== Dataset entries ==
_____
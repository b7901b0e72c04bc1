from dataclasses import replace

import numpy as np
import pytest

from layout.errors import JobError
from layout.instrument import Board, Margins, Nut, OneRadius, Slots
from layout.plan.make import make_plan

OPEN = Slots()


def pieces(job, fret, **frets):
    return make_plan(replace(job, frets=replace(job.frets, **frets))).pieces_of(fret)


def on_line(plan, fret, point):
    return point[0] == pytest.approx(float(plan.frets.line(fret).x_at(point[1])), abs=1e-9)


@pytest.mark.parametrize("name", ["six", "fan"])
def test_frets_run_from_edge_to_edge(request, name):
    plan = make_plan(request.getfixturevalue(name))
    assert len(plan.pieces) == plan.instrument.frets.count
    for piece in plan.pieces:
        for end, cut, edge in (
            (piece.treble_mm, piece.cut_treble_mm, plan.board.treble),
            (piece.bass_mm, piece.cut_bass_mm, plan.board.bass),
        ):
            assert on_line(plan, piece.fret, end)
            assert on_line(plan, piece.fret, cut)
            assert end[1] == pytest.approx(edge.y_at(end[0]), abs=1e-9)
            assert np.hypot(*(cut - end)) == pytest.approx(OPEN.past_edge_mm, abs=1e-9)
            assert abs(cut[1]) > abs(end[1])


def test_blind_slots_stop_short(six):
    plan = make_plan(replace(six, slots=Slots(run="blind", short_of_edge_mm=1.2)))
    for piece in plan.pieces:
        assert piece.treble_mm[1] - piece.cut_treble_mm[1] == pytest.approx(1.2, abs=1e-9)
        assert piece.cut_bass_mm[1] - piece.bass_mm[1] == pytest.approx(1.2, abs=1e-9)


def test_wire_is_measured_over_the_curve_between_the_finished_edges(six):
    plan = make_plan(replace(six, board=Board(top=OneRadius(254.0))))
    for piece in plan.pieces:
        half = piece.treble_mm[1]
        assert piece.wire_mm == pytest.approx(2 * 254 * np.arcsin(half / 254), abs=1e-9)
    flat = make_plan(six).pieces[0]
    assert flat.wire_mm == pytest.approx(np.hypot(*(flat.treble_mm - flat.bass_mm)), abs=1e-9)


def string_y(plan, index, x):
    return plan.strings.y_at(index, x)


def test_a_partial_fret_ends_half_way_past_its_outermost_strings(six):
    plan = make_plan(replace(six, frets=replace(six.frets, only={3: (2, 3, 4)})))
    (piece,) = plan.pieces_of(3)
    x = plan.frets.at_centre_mm[2]
    assert piece.treble_mm[1] == pytest.approx(
        (string_y(plan, 0, x) + string_y(plan, 1, x)) / 2, abs=1e-9
    )
    assert piece.bass_mm[1] == pytest.approx(
        (string_y(plan, 3, x) + string_y(plan, 4, x)) / 2, abs=1e-9
    )


def test_strings_that_are_not_neighbours_get_separate_pieces(fan):
    plan = make_plan(replace(fan, frets=replace(fan.frets, only={3: (1, 3, 4, 6)})))
    first, middle, last = plan.pieces_of(3)
    assert on_line(plan, 3, middle.treble_mm)
    assert first.treble_mm == pytest.approx(
        plan.board.treble.crossing(plan.frets.line(3)), abs=1e-9
    )
    assert last.bass_mm == pytest.approx(plan.board.bass.crossing(plan.frets.line(3)), abs=1e-9)
    assert first.bass_mm[1] > middle.treble_mm[1] > middle.bass_mm[1] > last.treble_mm[1]
    assert plan.pieces_of(4)[0].fret == 4
    assert len(plan.pieces) == 26


def test_a_fret_before_a_short_string_ends_at_the_inner_edge(banjo):
    plan = make_plan(banjo)
    for fret, string in ((3, 3), (7, 4)):
        (piece,) = plan.pieces_of(fret)
        x = piece.bass_mm[0]
        assert piece.bass_mm[1] == pytest.approx(string_y(plan, string, x) - 3.0, abs=1e-9)


def test_a_partial_fret_before_a_short_string_runs_to_the_edge(banjo):
    (early,) = pieces(banjo, 3, only={3: (3, 4)})
    (late,) = pieces(banjo, 7, only={7: (3, 4)})
    plan = make_plan(banjo)
    assert early.bass_mm == pytest.approx(plan.board.bass.crossing(plan.frets.line(3)), abs=1e-9)
    x = late.bass_mm[0]
    assert late.bass_mm[1] == pytest.approx(
        (string_y(plan, 3, x) + string_y(plan, 4, x)) / 2, abs=1e-9
    )


def test_open_strings_are_no_neighbours(six):
    bass = replace(six.strings[5], open_length_mm=900.0)
    job = replace(six, strings=(*six.strings, bass))
    (piece,) = pieces(job, 3, only={3: (5, 6)})
    plan = make_plan(job)
    assert piece.bass_mm == pytest.approx(plan.board.bass.crossing(plan.frets.line(3)), abs=1e-9)


def test_a_zero_fret_lies_on_zero(six, fan):
    assert make_plan(six).zero_fret is None
    for job in (six, fan):
        plan = make_plan(replace(job, nut=Nut(zero="fret")))
        zero = plan.zero_fret
        line = plan.strings.nut_line
        for point in (zero.treble_mm, zero.bass_mm, zero.cut_treble_mm):
            assert point[0] == pytest.approx(float(line.x_at(point[1])), abs=1e-9)
        assert zero.fret == 0
        assert zero.wire_mm > 40


def test_a_fret_that_runs_off_the_board_is_refused(fan):
    short = replace(fan, board=Board(Margins(), past_last_fret_mm=1.0))
    with pytest.raises(JobError, match="fret 24 runs off the end"):
        make_plan(short)
    along = replace(short, board=replace(short.board, tail_end="along"))
    assert len(make_plan(along).pieces) == 24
_____
== What to work on ==
Only one stretch of the records above is wanted: the lines between the one holding "half = piece.treble_mm[1]" and the one holding "assert len(plan.pieces) == 26", inclusive, reproduced exactly.

== Exercise response ==
        half = piece.treble_mm[1]
        assert piece.wire_mm == pytest.approx(2 * 254 * np.arcsin(half / 254), abs=1e-9)
    flat = make_plan(six).pieces[0]
    assert flat.wire_mm == pytest.approx(np.hypot(*(flat.treble_mm - flat.bass_mm)), abs=1e-9)


def string_y(plan, index, x):
    return plan.strings.y_at(index, x)


def test_a_partial_fret_ends_half_way_past_its_outermost_strings(six):
    plan = make_plan(replace(six, frets=replace(six.frets, only={3: (2, 3, 4)})))
    (piece,) = plan.pieces_of(3)
    x = plan.frets.at_centre_mm[2]
    assert piece.treble_mm[1] == pytest.approx(
        (string_y(plan, 0, x) + string_y(plan, 1, x)) / 2, abs=1e-9
    )
    assert piece.bass_mm[1] == pytest.approx(
        (string_y(plan, 3, x) + string_y(plan, 4, x)) / 2, abs=1e-9
    )


def test_strings_that_are_not_neighbours_get_separate_pieces(fan):
    plan = make_plan(replace(fan, frets=replace(fan.frets, only={3: (1, 3, 4, 6)})))
    first, middle, last = plan.pieces_of(3)
    assert on_line(plan, 3, middle.treble_mm)
    assert first.treble_mm == pytest.approx(
        plan.board.treble.crossing(plan.frets.line(3)), abs=1e-9
    )
    assert last.bass_mm == pytest.approx(plan.board.bass.crossing(plan.frets.line(3)), abs=1e-9)
    assert first.bass_mm[1] > middle.treble_mm[1] > middle.bass_mm[1] > last.treble_mm[1]
    assert plan.pieces_of(4)[0].fret == 4
    assert len(plan.pieces) == 26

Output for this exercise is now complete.